If you live in one of the major American cities, the chances are that you’re not happy with the rising real estate prices. Combine that with the constant headlines of skyrocketing house prices and the widening gap of income inequality, and you’d think that we’re living in the apocalypse. However, don’t panic just yet. It turns out that real estate is getting cheaper. It just depends on how you analyze the data.
Everything Is Relative When It Comes to Real Estate
Surely, Albert Einstein never predicted that we would be comparing his Theory of General Relativity to that of the Bay Area real estate market, but that is what we are going to do today. If you look at housing prices in the Bay Area, the median home price in Palo Alto has risen from $1.3 million to $3.1 million over the last decade or so. However, let’s look at housing prices from another angle.

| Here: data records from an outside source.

@numba.njit(cache=True, nogil=True)
def place(
    chain: np.ndarray, base: np.ndarray, rot: np.ndarray, height: float, point: np.ndarray
) -> np.ndarray:
    """Words (n, 3 + m) that bring the point ``height`` above the tip to ``point`` (n, 3) at rotary words (n, m)."""
    count, m = rot.shape
    words = np.zeros((count, 3 + m))
    for i in range(count):
        x, y, z = _to_words(chain, base, rot[i], height, point[i, 0], point[i, 1], point[i, 2])
        words[i, 0], words[i, 1], words[i, 2] = x, y, z
        for j in range(m):
            words[i, 3 + j] = rot[i, j]
    return words


@numba.njit(cache=True, nogil=True)
def _into(word: float, low: float, high: float) -> float:
    """Move a word by whole turns into [low, high] if possible, else to the nearer end (measured round the circle)."""
    if low == -math.inf:
        return word
    turned = word + 360.0 * math.ceil((low - word) / 360.0 - 1e-12)
    if turned <= high:
        return turned
    # turned is past high; the gap from high up to low + 360 holds it
    return high if turned - high <= low + 360.0 - turned else low


@numba.njit(cache=True, nogil=True)
def _aim(
    chain: np.ndarray,
    low: np.ndarray,
    high: np.ndarray,
    which: int,
    rot: np.ndarray,
    u0: float,
    u1: float,
    u2: float,
) -> None:
    """Set word ``which`` of ``rot`` so that, the others standing, the axis comes nearest to u inside the limits."""
    first = 1 if chain.shape[0] == 2 and chain[1, 7] == 1.0 else 0
    k0, k1, k2 = chain[which, 0], chain[which, 1], chain[which, 2]
    sign = -chain[which, 6] if chain[which, 7] == 1.0 else chain[which, 6]
    p0, p1, p2 = 0.0, 0.0, 1.0
    q0, q1, q2 = u0, u1, u2
    if chain.shape[0] == 2:
        other = 1 - which
        turn = -chain[other, 6] if chain[other, 7] == 1.0 else chain[other, 6]
        angle = turn * rot[other] * _DEG
        if which == first:
            p0, p1, p2 = _spin(chain[other, 0], chain[other, 1], chain[other, 2], angle, p0, p1, p2)
        else:
            q0, q1, q2 = _spin(chain[other, 0], chain[other, 1], chain[other, 2], -angle, q0, q1, q2)
    angle, _ = _about(k0, k1, k2, p0, p1, p2, q0, q1, q2)
    rot[which] = _into(sign * angle / _DEG, low[which], high[which])
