def test_defaults_come_from_the_cutter() -> None:
    operation = rough_job().operations[0]
    assert (limits.cut_depth_mm(operation), limits.cut_width_mm(operation)) == (2.5, 2.5)
    stepover = rough_job(more="stepover = 1.5").operations[0]
    assert limits.cut_width_mm(stepover) == 1.5
    # Ball of 4 mm: radius sqrt(2 R h - h^2) at the top of a 2 mm layer; cusps R - sqrt(R^2 - w^2 / 4) between passes.
    ball = rough_job(cutter="ball").operations[0]
    assert limits.cut_radius_mm(ball) == pytest.approx(math.sqrt(2 * 4 * 2 - 4), rel=1e-12)
    assert limits.cusp_mm(ball) == pytest.approx(4.0 - math.sqrt(16.0 - 1.0), rel=1e-12)


# ------------------------------------------------------------------------------------ from the block to the surface


WHOLE = """
[[cutter]]
number = 3
shape = "ball"
diameter = 6.0
flute_length = 18.0
stickout = 40.0
[[operation]]
does = "semi-finish"
cutter = 3
allowance = 0.15
scallop = 0.05
spindle = 12000
feed = 1500
direction = 90.0
tolerance = 0.01
[[operation]]
does = "finish"
cutter = 3
scallop = 0.02
spindle = 12000
feed = 1500
direction = 90.0
tolerance = 0.005
"""


def test_rough_semi_finish_and_finish_are_released(tmp_path) -> None:
    job_file = tmp_path / "job.toml"
    text = ROUGH.format(
        outline='shape = "rectangle"\nsize = [24.0, 18.0]',
        cutter=SORTS["flat"],
        more=WHOLE,
        margin=3.0,
        stock="",
    )
    job_file.write_text(text, encoding="utf-8")
    made = pipeline.make(job_file, tmp_path / "out", grid_mm=0.2)
    assert made.released, [finding.message for finding in made.findings if not finding.ok]
    rough, semi, finish = made.operations
    assert (rough.does, rough.pattern, rough.scallop_predicted_mm) == ("rough", "layers", 0.0)
    assert rough.cut_length_mm > 0.0
    assert 0.0 < finish.scallop_predicted_mm <= 0.02
    note = f"leaves 0.150 to {0.15 + semi.scallop_predicted_mm:.3f} mm on the surface"
    assert any(note in text for text in made.cutter_paths[1].notes)
    assert made.proof.gouge_max_mm <= 0.005 + 0.2 * MICROMETRE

Measuring Wealth in Assets Instead of Dollars
As mentioned in this article by Alex Rampell from a16z, the key to understanding this radical idea is asset relativity. If we say that your base currency is that of tech stocks, then it turns out housing in the Bay Area is getting cheaper. Think about it. When more U.S. dollars are created through the process of printing money, then the final result is scarce assets becoming more expensive, in terms of dollars. When the currency quantity increases, those who own assets benefit and those who do not own assets do not.
What Is the Importance of Owning Assets?
“Wealth” comes in all shapes and sizes. It is not just a comparison of who has the most cash. According to Alex Rampell’s article, in January 2010, the median home price of a Silicon Valley house cost a little over 12,000 shares of the Silicon Valley Stock index. Today, that number is a bit over 6,000 shares of the same index. Based on this example, it is essential for one to build wealth through the acquisition of assets and the minimization of liabilities.